Reproducible Scaling of a Cell Retention Filter Using the Cellicon® Cell Retention Solution

The Role of Cell Retention in Intensified Upstream Workflows

Monoclonal antibody production processes continue to evolve and intensify. One strategy for intensifying the upstream workflow is the use of perfusion which can support higher cell densities and longer process durations, leading to greater utilization of manufacturing facility assets. Perfusion also allows for continuous processing and offers key advantages over batch and fed-batch processes such as greater cell-mass production and manufacturing flexibility, without the need for larger bioreactors.

At the core of perfusion technology is the cell retention device which enables removal of spent medium from the cell culture while retaining high numbers of viable cells within the bioreactor vessel. Advances in cell retention technologies are essential for the continued evolution of perfusion manufacturing processes for monoclonal antibodies and recombinant proteins.

Design and scalability of the cell retention device, the recirculation pump type and flow rate, and the rate of media turnover all affect the performance of the upstream workflow. As such, it is important to select a cell retention solution that can scale over a wide range of bioreactor volumes to enable predictable results. 

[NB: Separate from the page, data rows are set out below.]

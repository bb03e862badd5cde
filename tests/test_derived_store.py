"""The built-in geometries' stored symmetry (``rules/derived.json``) equals what the code derives now.

The reference is the derivation itself, run afresh
(:func:`enumerator.symmetry.derive.derive_operations_afresh`,
:func:`enumerator.symmetry.chartable.geometry_table_afresh`): every stored
operation and table must equal it, same dataclass values, same order, same
types; and the committed store must be what the writer writes today (else:
``python -m enumerator.rules.parsed``).  Vectors the store does not hold
exactly, and a damaged store, are derived as before.
"""

from __future__ import annotations

import dataclasses
import json
import shutil
from pathlib import Path
from typing import Any

import pytest

from enumerator import caches
from enumerator.rules import derived
from enumerator.rules.derived import FORMAT, SOURCE, STORE_NAME, build, entry_tables
from enumerator.rules.ruleset import BUILTIN_RULES, load_rules
from enumerator.symmetry import known
from enumerator.symmetry.chartable import character_table, geometry_table_afresh
from enumerator.symmetry.derive import derive_operations, derive_operations_afresh

STORE = BUILTIN_RULES / STORE_NAME


def _same(a: Any, b: Any) -> bool:
    """Equal values of equal types all the way down, through dataclasses and tuples (1 is not 1.0)."""
    if type(a) is not type(b):
        return False
    if dataclasses.is_dataclass(a) and not isinstance(a, type):
        return all(_same(getattr(a, f.name), getattr(b, f.name)) for f in dataclasses.fields(a))
    if isinstance(a, tuple):
        return len(a) == len(b) and all(_same(x, y) for x, y in zip(a, b))
    return bool(a == b)


def _builtin_geometries():
    return [g for g in load_rules().geometries.values() if not g.linear]


def test_store_rebuilds_to_the_committed_one():
    with open(STORE, encoding="utf-8") as fh:
        assert build(BUILTIN_RULES) == fh.read(), f"rules/{STORE_NAME} is stale: run python -m enumerator.rules.parsed"


def test_every_builtin_geometry_is_stored_and_equals_a_fresh_derivation():
    # reference: the derivation code run now (not cached, never from the store)
    geos = _builtin_geometries()
    assert len(geos) == len(_lines(STORE.read_text(encoding="utf-8"))[1])
    for g in geos:
        stored = SOURCE.operations(g.vectors)
        assert stored is not None, g.symbol
        fresh = derive_operations_afresh(g.vectors)
        assert _same(stored, fresh), g.symbol
        assert _same(g.operations, fresh) and _same(derive_operations(g.vectors), fresh), g.symbol
        for idx, ranks in entry_tables(len(fresh), len(g.vectors)):
            table = SOURCE.table(g.vectors, idx, ranks)
            assert table is not None, (g.symbol, ranks)
            assert _same(table, geometry_table_afresh(g.vectors, idx, ranks)), (g.symbol, ranks)
            assert _same(character_table(g, idx, ranks), table), (g.symbol, ranks)


@pytest.mark.parametrize(
    ("symbol", "order", "group"),
    # Cotton, Chemical Applications of Group Theory, 3rd ed. (1990), Appendix IIA: orders of Oh, Td, Ih, D4h
    [("OC-6", 48, "Oh"), ("T-4", 24, "Td"), ("IC-12", 120, "Ih"), ("SP-4", 16, "D4h")],
)
def test_stored_groups_have_the_textbook_orders(symbol, order, group):
    g = load_rules().geometry(symbol)
    ops = SOURCE.operations(g.vectors)
    assert ops is not None and len(ops) == order
    table = SOURCE.table(g.vectors, tuple(range(order)), None)
    assert table is not None and table.group == group and table.order == order
    assert sum(i.dimension**2 * i.parts for i in table.irreps) == order  # sum of squared dimensions (common practice)


def test_vectors_one_bit_off_are_derived_not_served():
    oc = load_rules().geometry("OC-6")
    x = oc.vectors[0][0]
    moved = ((x + 2e-16 if x else 5e-324, *oc.vectors[0][1:]), *oc.vectors[1:])
    assert moved != oc.vectors
    assert SOURCE.operations(moved) is None
    assert SOURCE.table(moved, tuple(range(48)), None) is None
    assert known.operations(moved) is None
    assert _same(derive_operations(moved), derive_operations_afresh(moved))


def test_a_table_the_store_lacks_is_computed():
    oc = load_rules().geometry("OC-6")
    assert SOURCE.table(oc.vectors, (0,), None) is None
    assert SOURCE.table(oc.vectors, tuple(range(48)), (1, 0, 0, 0, 0, 0)) is None


def _with_store(monkeypatch, tmp_path: Path, text: str) -> None:
    path = tmp_path / STORE_NAME
    path.write_text(text, encoding="utf-8")
    monkeypatch.setattr(derived, "_store_path", lambda: path)
    caches.clear()


def _lines(text: str) -> tuple[dict[str, Any], list[tuple[str, dict[str, Any]]]]:
    head, *rest = text.splitlines()
    return json.loads(head), [(k, json.loads(e)) for k, _, e in (line.partition("\t") for line in rest)]


def _text(head: dict[str, Any], entries: list[tuple[str, Any]]) -> str:
    return "".join([json.dumps(head) + "\n", *(f"{k}\t{json.dumps(e)}\n" for k, e in entries)])


_DAMAGE = {
    "not-json": lambda h, es: "{not json\n" + _text(h, es).partition("\n")[2],
    "other-format": lambda h, es: _text({**h, "format": FORMAT + 1}, es),
    "other-store": lambda h, es: _text({**h, "store": "something else"}, es),
    "cut-entry": lambda h, es: _text(h, []) + "".join(f"{k}\t{json.dumps(e)[:-9]}\n" for k, e in es),
    "bad-operation": lambda h, es: _text(h, [(k, {**e, "operations": [[[[1, 0, 0]] * 3, [0]]]}) for k, e in es]),
    "bad-table": lambda h, es: _text(h, [(k, {**e, "tables": [{"ranks": None}]}) for k, e in es]),
}


@pytest.mark.parametrize("damage_id", list(_DAMAGE))
def test_a_damaged_store_costs_time_not_answers(monkeypatch, tmp_path, damage_id):
    head, entries = _lines(STORE.read_text(encoding="utf-8"))
    oc = load_rules().geometry("OC-6")
    fresh_ops = derive_operations_afresh(oc.vectors)
    fresh_table = geometry_table_afresh(oc.vectors, tuple(range(48)), None)
    _with_store(monkeypatch, tmp_path, _DAMAGE[damage_id](head, entries))
    try:
        # a damaged part is not served; what is served is right
        ops, table = SOURCE.operations(oc.vectors), SOURCE.table(oc.vectors, tuple(range(48)), None)
        assert ops is None or _same(ops, fresh_ops)
        assert table is None or _same(table, fresh_table)
        if damage_id in ("not-json", "other-format", "other-store", "cut-entry"):
            assert (ops, table) == (None, None)
        else:  # one part damaged: that part alone is derived again
            assert (ops is None) == (damage_id == "bad-operation") and (table is None) == (damage_id == "bad-table")
        assert _same(derive_operations(oc.vectors), fresh_ops)
        assert _same(character_table(oc, tuple(range(48))), fresh_table)
    finally:
        caches.clear()


def test_an_intact_copy_of_the_store_is_served(monkeypatch, tmp_path):
    head, entries = _lines(STORE.read_text(encoding="utf-8"))
    oc = load_rules().geometry("OC-6")
    _with_store(monkeypatch, tmp_path, _text(head, entries))
    try:
        assert _same(SOURCE.operations(oc.vectors), derive_operations_afresh(oc.vectors))
    finally:
        caches.clear()


def test_a_missing_store_costs_time_not_answers(monkeypatch, tmp_path):
    oc = load_rules().geometry("OC-6")
    monkeypatch.setattr(derived, "_store_path", lambda: tmp_path / "absent.json")
    caches.clear()
    try:
        assert SOURCE.operations(oc.vectors) is None
        assert _same(derive_operations(oc.vectors), derive_operations_afresh(oc.vectors))
    finally:
        caches.clear()


def test_writer_writes_a_folder_copy(tmp_path):
    shutil.copytree(BUILTIN_RULES / "geometries", tmp_path / "geometries")
    out = derived.write(tmp_path)
    assert out.read_text(encoding="utf-8") == STORE.read_text(encoding="utf-8")


def test_installing_twice_keeps_one_source():
    derived.install()
    derived.install()
    assert sum(1 for s in known.installed() if s is SOURCE) == 1


def test_a_users_geometry_of_a_builtin_shape_is_derived_from_its_own_vectors(tmp_path):
    # the octahedron with sites 2 and 3 swapped: same shape and group, other site order, so other permutations
    text = (BUILTIN_RULES / "geometries" / "OC-6.toml").read_text(encoding="utf-8")
    swapped = text.replace("[1.0, 0.0, 0.0],\n  [0.0, 1.0, 0.0],", "[0.0, 1.0, 0.0],\n  [1.0, 0.0, 0.0],")
    assert swapped != text
    (tmp_path / "geometries").mkdir()
    (tmp_path / "geometries" / "OC-6.toml").write_text(swapped, encoding="utf-8")
    user = load_rules([tmp_path]).geometry("OC-6")
    builtin = load_rules().geometry("OC-6")
    assert user.vectors != builtin.vectors and SOURCE.operations(user.vectors) is None
    fresh = derive_operations_afresh(user.vectors)
    assert _same(user.operations, fresh) and [op.perm for op in fresh] != [op.perm for op in builtin.operations]
    every = tuple(range(len(fresh)))
    assert SOURCE.table(user.vectors, every, None) is None
    assert _same(character_table(user, every), geometry_table_afresh(user.vectors, every, None))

The Cellicon® Cell Retention Solution consists of the Cellicon® Filter Assembly, Mobius® Cell Retention System, and Bio4C ACE™ software. To address the complexities of scaling, the Cellicon® Filter Assembly was designed with an emphasis on providing reproducible performance across scales.

This page describes the design attributes of the Cellicon® Filter Assembly and how they simplify process scale-up.

Cellicon® Filter Assembly Design Enables Scalability

The Cellicon® Filter Assembly was designed to ensure linear scalability from lab-scale through to process scale. Key design elements and process parameters include device dimensions, membrane area, crossflow rate, and perfusion rate.

Dimensions

The Cellicon® filter assembly uses a flat sheet format to optimize scalability. The channel height and length remain consistent across all sizes, while the channel width expands from lab to process scale. Augmentation of the membrane area across process scale devices is achieved by increasing the number of feed channels.  With the dimensions of each channel held constant, fluid flow velocity over the membrane surface remains the same, as crossflow rate and the number of channels are increased by scale.  Using this filter design strategy, performance at larger scales can be reliably predicted by performance at lab scale.

Membrane Area

The membrane area for each filter was chosen to sustain a consistent ratio of bioreactor working volume to membrane area, ensuring reliable performance from one size to the next. Table 1 shows that there is a consistent ratio of 236-265 liters of bioreactor working volume per square meter of membrane area across all scales.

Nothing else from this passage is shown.